80 Characters per Line Is a Standard Worth Sticking to Even Today - ColinWright
https://nickjanetakis.com/blog/80-characters-per-line-is-a-standard-worth-sticking-to-even-today
======
RcouF1uZ4gsC
The whole analysis of justifying 80 characters per line by talking about how
many more windows you can place side by is problematic. The problem is that
this same logic would suggest that 40 characters per line is even better
because we can get in even more side by side views.

I would like to talk about the downsides of 80 characters.

First point is that most monitor configurations are wider than they are tall.
When you have 80 characters for line, you are wasting a lot of horizontal
space on most configurations. This is especially true with laptops.

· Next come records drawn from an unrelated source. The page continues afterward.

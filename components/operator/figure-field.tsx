"use client";

import { useState } from "react";
import { Consequence } from "@/components/ui/consequence";
import { longDate } from "@/components/ui/dates";
import { describedBy, Input, Question } from "@/components/ui/field";
import { errorAt } from "@/components/ui/form-error";
import type { Ground, OwnFigureName } from "@/lib/notify/firm-rules";
import { isLooser } from "@/lib/notify/register-figures";
import type { ActionState } from "@/lib/notify/result";
import { askedFor } from "./own-figures";

type Props = {
  name: OwnFigureName;
  operatorId: string;
  /** What the register has, in words. */ register: string;
  value: number | null;
  ground: Ground | undefined;
  /** Day on which the register's figure is taken. */ today: string;
  state: ActionState<unknown>;
  readOnly: boolean;
};

/** One figure of the firm's own beside the register's, with what it rests on; one that loosens is said while typed. */
export function FigureField({ name, operatorId, register, value, ground, today, state, readOnly }: Props) {
  const [typed, setTyped] = useState(value === null ? "" : String(value));
  const { label, unit, inputMode, hint } = askedFor[name];
  const figure = typed.trim() === "" ? null : Number(typed);
  const looser = figure !== null && figure >= 0 && isLooser(name, figure, operatorId, today);
  const error = errorAt(state, name);
  const from = errorAt(state, `grounds.${name}.from`);
  const source = errorAt(state, `grounds.${name}.source`);
  return (
    <div className="own-figure">
      <Question
        id={name}
        label={label}
        optional
        error={error}
        hint={
          <>
            {hint} <span className="own-figure__register">The register has {register}.</span>
          </>
        }
      >
        <Input
          id={name}
          name={name}
          value={typed}
          onChange={(event) => setTyped(event.currentTarget.value)}
          readOnly={readOnly}
          wrong={error !== null}
          inputMode={inputMode}
          unit={unit}
          aria-describedby={describedBy(name, { hint, error })}
        />
      </Question>
      {looser && (
        <Consequence
          rule="Looser than the register."
          remedy="It will be used, and printed on the cover of every pack it touches as the firm’s to answer for."
        />
      )}
      {figure !== null && (
        <div className="form__row">
          <Question id={`${name}-from`} label="For work from" optional error={from}>
            <Input
              id={`${name}-from`}
              name={`${name}-from`}
              type="date"
              defaultValue={ground?.from ?? ""}
              readOnly={readOnly}
              wrong={from !== null}
              aria-describedby={describedBy(`${name}-from`, { error: from })}
            />
          </Question>
          <Question id={`${name}-source`} label="Source" optional error={source}>
            <Input
              id={`${name}-source`}
              name={`${name}-source`}
              className="field--words"
              defaultValue={ground?.source ?? ""}
              readOnly={readOnly}
              wrong={source !== null}
              maxLength={200}
              aria-describedby={describedBy(`${name}-source`, { error: source })}
            />
          </Question>
        </div>
      )}
      {value !== null && ground && <p className="quiet">Set on {longDate(ground.setOn)}.</p>}
    </div>
  );
}
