import type { Route } from "next";
import { Checks } from "@/components/assessment/checks";
import { checkGroups, reasonRows, tallyOf } from "@/components/assessment/check-rows";
import { AskedFor } from "@/components/assessment/asked-for";
import { Contradicted } from "@/components/assessment/contradicted";
import { DaysLeft } from "@/components/assessment/days-left";
import { Decision } from "@/components/assessment/decision";
import { DemandPicture } from "@/components/assessment/demand-picture";
import { Orders } from "@/components/assessment/orders";
import { Picture } from "@/components/assessment/picture";
import { ReasonTable } from "@/components/assessment/reason-table";
import { JobPage } from "@/components/job/job-page";
import { MissingList } from "@/components/job/missing-list";
import { ButtonLink } from "@/components/ui/button";
import { Caution } from "@/components/ui/caution";
import { Tally } from "@/components/ui/mark";
import { valueAt } from "@/lib/calc/parameter";
import type { Assessment } from "@/lib/notify/assessment";
import { notificationData } from "@/lib/notify/notification";
import { dwellingLimitA } from "@/lib/notify/parameters/network";
import { may } from "@/lib/notify/permissions";
import { ruleDay } from "@/lib/notify/rule-day";
import type { JobView } from "@/lib/notify/views";
import { touchVoltageFigure } from "@/templates/open-pen-figures";
import { jobTitle, loadJob } from "../load-job";

export const generateMetadata = ({ params }: PageProps<"/jobs/[jobId]/assessment">) => jobTitle("Assessment", params);

/** The second eyelet: the decision with its reasons, the checks with their workings, the days, what is missing. */
export default async function AssessmentPage({ params }: PageProps<"/jobs/[jobId]/assessment">) {
  const { viewer, job, assessment, summary, today } = await loadJob(params);
  const mayWrite = may(viewer.roles, "jobs.write");
  if (!assessment)
    return (
      <JobPage job={job} current="assessment" acts={<Acts jobId={job.id} mayWrite={mayWrite} route={null} />}>
        <Contradicted fields={summary.fields} record={job.record} jobId={job.id} />
      </JobPage>
    );
  const { body } = assessment;
  const isStop = body.route.demand === "stop";
  return (
    <JobPage
      job={job}
      current="assessment"
      acts={<Acts jobId={job.id} mayWrite={mayWrite} route={body.route.demand} />}
    >
      <div className="split split--decided">
        <div className="stack">
          {isStop ? <Stop job={job} body={body} mayWrite={mayWrite} /> : <Decision assessment={body} />}
          {!isStop && body.route.demand !== "notify" && <Asked job={job} body={body} mayWrite={mayWrite} />}
          <AllChecks body={body} />
          <section aria-labelledby="demand">
            <div className="section section__head">
              <h2 id="demand">Demand against the limits</h2>
            </div>
            <DemandPicture job={job.record} demand={body.demand} noticeLimitA={noticeLimit(job)} />
          </section>
          <TouchVoltage job={job} body={body} />
        </div>
        <div className="stack">
          {isStop ? (
            <EmergencyLine territory={job.record.site.territory} />
          ) : (
            <Days job={job} body={body} today={today} />
          )}
          <section className="decided__missing" aria-labelledby="missing">
            <div className="section section__head">
              <h2 id="missing">Missing</h2>
              <span>{body.missing.length}</span>
            </div>
            <MissingList missing={body.missing} record={job.record} jobId={job.id} />
          </section>
          {body.cautions.map((words) => (
            <Caution key={words} title={firstSentence(words)}>
              {words.slice(firstSentence(words).length).trim()}
            </Caution>
          ))}
        </div>
      </div>
    </JobPage>
  );
}

function Acts({
  jobId,
  mayWrite,
  route,
}: {
  jobId: string;
  mayWrite: boolean;
  route: Assessment["route"]["demand"] | null;
}) {
  return (
    <>
      {mayWrite && <ButtonLink href={`/jobs/${jobId}` as Route}>Change facts</ButtonLink>}
      {route && route !== "stop" && (
        <ButtonLink kind="act" href={`/jobs/${jobId}/pack` as Route}>
          {route === "apply" || route === "late-application" ? "Preview the application" : "Preview the pack"}
        </ButtonLink>
      )}
    </>
  );
}

const firstSentence = (words: string) => /^.*?\.(?= |$)/.exec(words)?.[0] ?? words;

/** Above it a dwelling asks first; other premises have no such figure. */
function noticeLimit({ record }: JobView): number | null {
  const { premises } = record.site;
  return premises === null || premises === "domestic" ? valueAt(dwellingLimitA, ruleDay(record.dates)) : null;
}

type Part = { job: JobView; body: Assessment; mayWrite: boolean };

function Stop({ job, body, mayWrite }: Part) {
  const dangers = body.route.reasons.filter(({ used }) => used.leadsTo === "stop");
  return (
    <>
      <Decision assessment={body}>
        <div className="section section__head">
          <h3>Now, in this order</h3>
        </div>
        <Orders
          job={job.record}
          jobId={job.id}
          operatorName={body.operator.name}
          danger={dangers.map(({ title }) => title.toLowerCase()).join(", ")}
          mayWrite={mayWrite}
        />
      </Decision>
      <section aria-labelledby="why">
        <div className="section section__head">
          <h2 id="why">What is recorded</h2>
        </div>
        <ReasonTable rows={reasonRows(body)} />
      </section>
    </>
  );
}

function Asked({ job, body, mayWrite }: Part) {
  const sections = notificationData(job.record, body);
  const rows = sections.flatMap((section) => section.rows);
  return (
    <section aria-labelledby="asked">
      <div className="section section__head">
        <h2 id="asked">What {body.operator.name} will ask</h2>
        <span>
          {rows.filter(({ value }) => value !== null).length} of {rows.length} recorded
        </span>
      </div>
      <AskedFor
        sections={sections}
        job={job.record}
        jobId={job.id}
        missing={body.missing.map(({ path }) => path)}
        mayWrite={mayWrite}
      />
    </section>
  );
}

function AllChecks({ body }: { body: Assessment }) {
  const groups = checkGroups(body);
  return (
    <section aria-labelledby="checks">
      <div className="section section__head">
        <h2 id="checks">Checks</h2>
        <Tally counts={tallyOf(groups.flatMap(({ rows }) => rows))} all />
      </div>
      <Checks groups={groups} />
    </section>
  );
}

function Days({ job, body, today }: { job: JobView; body: Assessment; today: string }) {
  const { installed, commissioned, completed } = job.record.dates;
  return body.deadlines.map((deadline) => (
    <DaysLeft
      key={deadline.what}
      deadline={deadline}
      from={deadline.what === "building-control" ? (completed ?? installed) : (installed ?? commissioned)}
      today={today}
    />
  ));
}

const EmergencyLine = ({ territory }: { territory: JobView["record"]["site"]["territory"] }) =>
  territory === "northern-ireland" || territory === null ? (
    <section className="days days--middle" aria-label="Emergency line">
      <p className="days__t">
        <b>the emergency number</b>
        {territory === null
          ? "Great Britain: 105. Northern Ireland has its own number, on the bill."
          : "Northern Ireland has its own number, on the bill."}
      </p>
    </section>
  ) : (
    <section className="days days--middle" aria-label="Emergency line">
      <span className="days__n">105</span>
      <p className="days__t">
        <b>the emergency line</b>
        Great Britain, any hour, free to call. Northern Ireland has its own number.
      </p>
    </section>
  );

function TouchVoltage({ job, body }: { job: JobView; body: Assessment }) {
  const drawn = body.openPen.flatMap((result) => {
    const drawing = touchVoltageFigure(job.record, body, result);
    return drawing ? [{ result, drawing }] : [];
  });
  return drawn.map(({ result, drawing }) => (
    <section key={result.chargepoint} aria-label={`Touch voltage, open PEN, ${result.chargepoint}`}>
      <div className="section section__head">
        <h2>Touch voltage, open PEN</h2>
      </div>
      <Picture drawing={drawing} caption={result.because} />
    </section>
  ));
}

Second, at least for me, I am focusing on 1 file most of the time. 90% of the
time, I write code in 1 file, with maybe 10%, I look at 2 files. With wide
lines, I can see more of my code at a glance without scrolling.

Third, when you break at 80 characters, you waste more space cause you need to
indent the new lines that were broken up.

Fourth, if you use languages like Python that have semantic whitespace, you
need line continuation characters that just add to the noise.

Fifth, for those cases where you are comparing code side by side, having an
editor that does intelligent wrapping to make code narrower is not that big of
a deal.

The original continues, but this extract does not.